---------- Source data
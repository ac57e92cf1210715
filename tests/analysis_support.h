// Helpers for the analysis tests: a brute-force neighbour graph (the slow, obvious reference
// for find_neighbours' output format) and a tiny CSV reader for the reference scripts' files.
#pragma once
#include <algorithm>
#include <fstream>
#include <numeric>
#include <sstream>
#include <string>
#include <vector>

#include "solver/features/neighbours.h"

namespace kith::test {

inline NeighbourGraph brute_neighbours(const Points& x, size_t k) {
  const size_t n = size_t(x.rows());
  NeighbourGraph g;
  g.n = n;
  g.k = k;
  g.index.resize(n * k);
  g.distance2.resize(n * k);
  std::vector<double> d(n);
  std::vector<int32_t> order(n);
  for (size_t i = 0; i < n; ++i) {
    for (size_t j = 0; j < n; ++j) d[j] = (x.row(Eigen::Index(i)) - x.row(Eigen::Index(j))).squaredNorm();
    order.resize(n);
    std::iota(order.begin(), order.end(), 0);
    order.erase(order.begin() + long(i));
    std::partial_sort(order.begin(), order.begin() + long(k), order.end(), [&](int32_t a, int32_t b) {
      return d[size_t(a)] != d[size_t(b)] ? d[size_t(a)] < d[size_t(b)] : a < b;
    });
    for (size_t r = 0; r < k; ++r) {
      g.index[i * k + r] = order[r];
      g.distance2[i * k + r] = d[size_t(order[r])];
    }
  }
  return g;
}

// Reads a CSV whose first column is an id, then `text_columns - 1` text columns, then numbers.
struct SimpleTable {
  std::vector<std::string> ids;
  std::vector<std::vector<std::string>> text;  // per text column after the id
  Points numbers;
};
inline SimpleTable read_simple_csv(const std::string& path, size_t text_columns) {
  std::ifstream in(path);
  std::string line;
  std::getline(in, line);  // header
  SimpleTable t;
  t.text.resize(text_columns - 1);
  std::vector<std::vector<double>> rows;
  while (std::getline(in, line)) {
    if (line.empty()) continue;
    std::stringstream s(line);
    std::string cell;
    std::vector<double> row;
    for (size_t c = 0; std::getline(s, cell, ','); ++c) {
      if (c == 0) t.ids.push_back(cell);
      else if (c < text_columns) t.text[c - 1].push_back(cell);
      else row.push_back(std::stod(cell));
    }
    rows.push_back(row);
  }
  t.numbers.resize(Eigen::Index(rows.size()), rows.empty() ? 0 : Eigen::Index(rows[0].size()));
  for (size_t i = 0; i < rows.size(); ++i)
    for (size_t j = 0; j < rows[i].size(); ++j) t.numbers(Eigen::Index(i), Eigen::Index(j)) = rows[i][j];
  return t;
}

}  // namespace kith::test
--------------------
### The task:
From the records above, extract exactly and only the lines that begin at the line with "#include <sstream>" and stop after the line with "NeighbourGraph g;".

### Written response:
#include <sstream>
#include <string>
#include <vector>

#include "solver/features/neighbours.h"

namespace kith::test {

inline NeighbourGraph brute_neighbours(const Points& x, size_t k) {
  const size_t n = size_t(x.rows());
  NeighbourGraph g;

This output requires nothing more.